TASK TO CARRY OUT: Return each line below holding the string "owner".

EXTRACTED MATERIAL:
import { z } from 'zod';
import { text } from './text';

/** How a quote values the offcuts a plan uses: at the area share of their stock's cost, or free (already paid for). */
export const OFFCUT_VALUATIONS = ['area-cost', 'free'] as const;

const minutes = (what: string) =>
  z
    .number({ error: `${what} is a number of minutes.` })
    .min(0, `${what} cannot be negative.`)
    .max(600, `${what} over 600 minutes looks like a typo (hours for minutes?).`)
    .refine((v) => Math.abs(Math.round(v * 100) - v * 100) < 1e-6, `${what} takes at most two decimals.`);
const percent = (what: string, max: number) =>
  z
    .number({ error: `${what} is a percent.` })
    .min(0, `${what} cannot be negative.`)
    .max(max, `${what} over ${max} % looks like a typo.`)
    .refine((v) => Math.abs(Math.round(v * 100) - v * 100) < 1e-6, `${what} takes at most two decimals.`);
/** An hourly rate or a price in the currency's minor units (cents): whole, not negative, under ten million. */
export const minorAmount = (what: string) =>
  z
    .number({ error: `${what} is an amount.` })
    .int(`${what} is counted in whole cents.`)
    .min(0, `${what} cannot be negative.`)
    .max(1_000_000_000, `${what} looks like a slipped digit.`);

/** What a shop charges and how it counts labour: the defaults every new quote starts from (Shop settings → Pricing). */
export const pricingSettingsSchema = z.object({
  hourlyRateMinor: z.object({
    saw: minorAmount('The saw rate'),
    machining: minorAmount('The machining rate'),
    assembly: minorAmount('The assembly rate'),
    finishing: minorAmount('The finishing rate'),
  }),
  minutesPerCut: minutes('Minutes per cut'),
  minutesPerPiece: minutes('Minutes per stock piece'),
  setupMinutesPerCard: minutes('Setup minutes per card'),
  minutesPerJointCorner: minutes('Minutes per joint corner'),
  assemblyMinutesPerBox: minutes('Assembly minutes per drawer box'),
  /** Null: finishing is not quoted (the shop does not finish, or prices it by hand). */
  finishingMinutesPerM2: minutes('Finishing minutes per m²').nullable(),
  markupPercent: z.object({ material: percent('The material markup', 1000), hardware: percent('The hardware markup', 1000) }),
  taxPercent: percent('Sales tax', 30),
  /** Which kinds of line are taxable by default; the estimator may change it per line. */
  taxable: z.object({ material: z.boolean(), hardware: z.boolean(), labour: z.boolean() }),
  depositPercent: percent('The deposit', 100),
  validityDays: z
    .number({ error: 'Validity is a number of days.' })
    .int('Validity is whole days.')
    .min(1, 'A quote is valid at least a day.')
    .max(365, 'Validity over a year looks like a typo.'),
  terms: text({ multiline: true }).max(4000, 'Keep the terms under 4,000 characters.'),
  offcutValuation: z.enum(OFFCUT_VALUATIONS, { error: 'Offcuts are valued at area cost or free.' }),
});
export type PricingSettings = z.infer<typeof pricingSettingsSchema>;

/**
 * A new shop's starting figures (invented; common practice, no source): the owner changes them in Shop settings
 * before the first quote.
 */
export const DEFAULT_PRICING: PricingSettings = {
  hourlyRateMinor: { saw: 6500, machining: 7200, assembly: 5500, finishing: 4800 },
  minutesPerCut: 0.75,
  minutesPerPiece: 2.5,
  setupMinutesPerCard: 20,
  minutesPerJointCorner: 1.5,
  assemblyMinutesPerBox: 12,
  finishingMinutesPerM2: null,
  markupPercent: { material: 30, hardware: 20 },
  taxPercent: 0,
  taxable: { material: true, hardware: true, labour: false },
  depositPercent: 50,
  validityDays: 30,
  terms:
    'Prices are valid for the days shown. A deposit is due on acceptance; work is scheduled once it is received. The balance is due on delivery. Changes after acceptance are quoted separately.',
  offcutValuation: 'area-cost',
};

/** One item of the shop's hardware price list (slides, hinges, pulls, fasteners). */
export const hardwareItemSchema = z.object({
  name: text().min(1, 'Name the item.').max(120, 'Keep the name under 120 characters.'),
  unit: text().min(1, 'Give the unit (each, pair, box of 100…).').max(30, 'Keep the unit under 30 characters.'),
  priceMinor: minorAmount('The price'),
});
export type HardwareItemInput = z.infer<typeof hardwareItemSchema>;
export interface HardwareItem extends HardwareItemInput {
  id: string;
}
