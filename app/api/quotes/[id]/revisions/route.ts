import { getRevision, newRevision } from '@/db/queries/quotes';
import { idParams, route } from '@/server/api/route';

// POST /api/quotes/:id/revisions – a new draft revision of this revision's quote, copied from its latest (409 while that is a draft)
export const POST = route({ permission: 'quotes:write', params: idParams, status: 201 }, async ({ scope, params }) => {
  const rev = await getRevision(scope, params.id);
  return newRevision(scope, rev.quoteId);
});
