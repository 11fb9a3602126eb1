import { z } from 'zod';
import { isTimeZone } from '@/lib/dates/shop-time';
import { text } from './text';
import { shopUnitsSchema } from './units';

export { shopUnitsSchema, type ShopUnits } from './units';

const positiveMm = (what: string, max: number) =>
  z
    .number({ error: `${what} must be a number of millimetres.` })
    .min(0, `${what} cannot be negative.`)
    .max(max, `${what} above ${max} mm looks like a typo.`);

export const shopSettingsSchema = z.object({
  name: text().min(1, 'The shop needs a name.').max(120),
  units: shopUnitsSchema,
  currency: z
    .string()
    .trim()
    .regex(/^[A-Z]{3}$/, 'Use a three-letter currency code such as USD or EUR.'),
  kerf: positiveMm('Kerf', 10).refine((v) => v > 0, 'Kerf must be more than zero.'),
  edgeTrim: positiveMm('Edge trim', 50),
  minOffcutLength: positiveMm('Minimum offcut length', 3000),
  minOffcutWidth: positiveMm('Minimum offcut width', 3000),
  minFenceWidth: positiveMm('The narrowest rip at the fence', 300),
  wastePercent: z.number().int('Use a whole percent.').min(0).max(90, 'Waste above 90 % looks like a typo.'),
  timeZone: z.string().trim().refine(isTimeZone, 'Pick the shop’s time zone from the list (a name such as America/Chicago).'),
  yieldTargetPercent: z
    .number()
    .int('Use a whole percent.')
    .min(1, 'The yield target is at least 1 %.')
    .max(100, 'The yield target is at most 100 %.'),
  offcutAgeMonths: z.number().int('Use a whole number of months.').min(1, 'At least 1 month.').max(120, 'More than 10 years looks like a typo.'),
});
export type ShopSettings = z.infer<typeof shopSettingsSchema>;

export const shopSettingsPatchSchema = shopSettingsSchema.partial();
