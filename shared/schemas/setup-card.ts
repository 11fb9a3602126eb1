import { z } from 'zod';
import { text } from './text';
import { jointMethodSchema } from '@/shared/schemas/drawer-schedule';

/** One saved machine setting on a setup card (bit height, fence setback, …). */
export const setupCardFieldSchema = z.object({
  key: z.string().regex(/^[a-z][a-z0-9-]*$/, { error: 'Field key must be kebab-case' }),
  label: text().min(1).max(80),
  value: z.number().finite(),
  unit: z.enum(['mm', 'rpm', 'deg']),
});

/** A shop's saved machine setup for one joint in one stock thickness. */
export const setupCardSchema = z.object({
  joint: jointMethodSchema,
  stockThickness: z.number().finite().positive({ error: 'Stock thickness must be more than 0 mm' }),
  fields: z.array(setupCardFieldSchema).max(20),
  note: text({ multiline: true }).max(2000).default(''),
});

export type SetupCardField = z.infer<typeof setupCardFieldSchema>;
export type SetupCard = z.output<typeof setupCardSchema>;
export type SetupCardInput = z.input<typeof setupCardSchema>;
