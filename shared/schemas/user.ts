import { z } from 'zod';
import { text } from './text';
import { ROLES } from '@/lib/auth/permissions';

const password = z
  .string()
  .min(10, 'Use at least 10 characters for the password.')
  .max(200, 'Keep the password under 200 characters.');

export const teamMemberInputSchema = z.object({
  name: text().min(1, 'Enter the person’s name.').max(120),
  // Trimmed and lower-cased before it is checked: a pasted address with spaces around it is fine.
  email: z.string({ error: 'Enter a valid e-mail address.' }).trim().toLowerCase().max(320, 'Keep the e-mail under 320 characters.').pipe(z.email('Enter a valid e-mail address.')),
  role: z.enum(ROLES, { error: 'Pick owner, estimator or cutter.' }),
  password,
});
export type TeamMemberInput = z.infer<typeof teamMemberInputSchema>;

export const teamMemberPatchSchema = z
  .object({
    name: text().min(1).max(120),
    role: z.enum(ROLES, { error: 'Pick owner, estimator or cutter.' }),
    active: z.boolean(),
    password,
  })
  .partial()
  .refine((v) => Object.keys(v).length > 0, 'Nothing to change.');
export type TeamMemberPatch = z.infer<typeof teamMemberPatchSchema>;

export interface TeamMember {
  id: string;
  name: string;
  email: string;
  role: (typeof ROLES)[number];
  active: boolean;
  createdAt: string;
}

REPLY:
 * A new shop's starting figures (invented; common practice, no source): the owner changes them in Shop settings
  role: z.enum(ROLES, { error: 'Pick owner, estimator or cutter.' }),
    role: z.enum(ROLES, { error: 'Pick owner, estimator or cutter.' }),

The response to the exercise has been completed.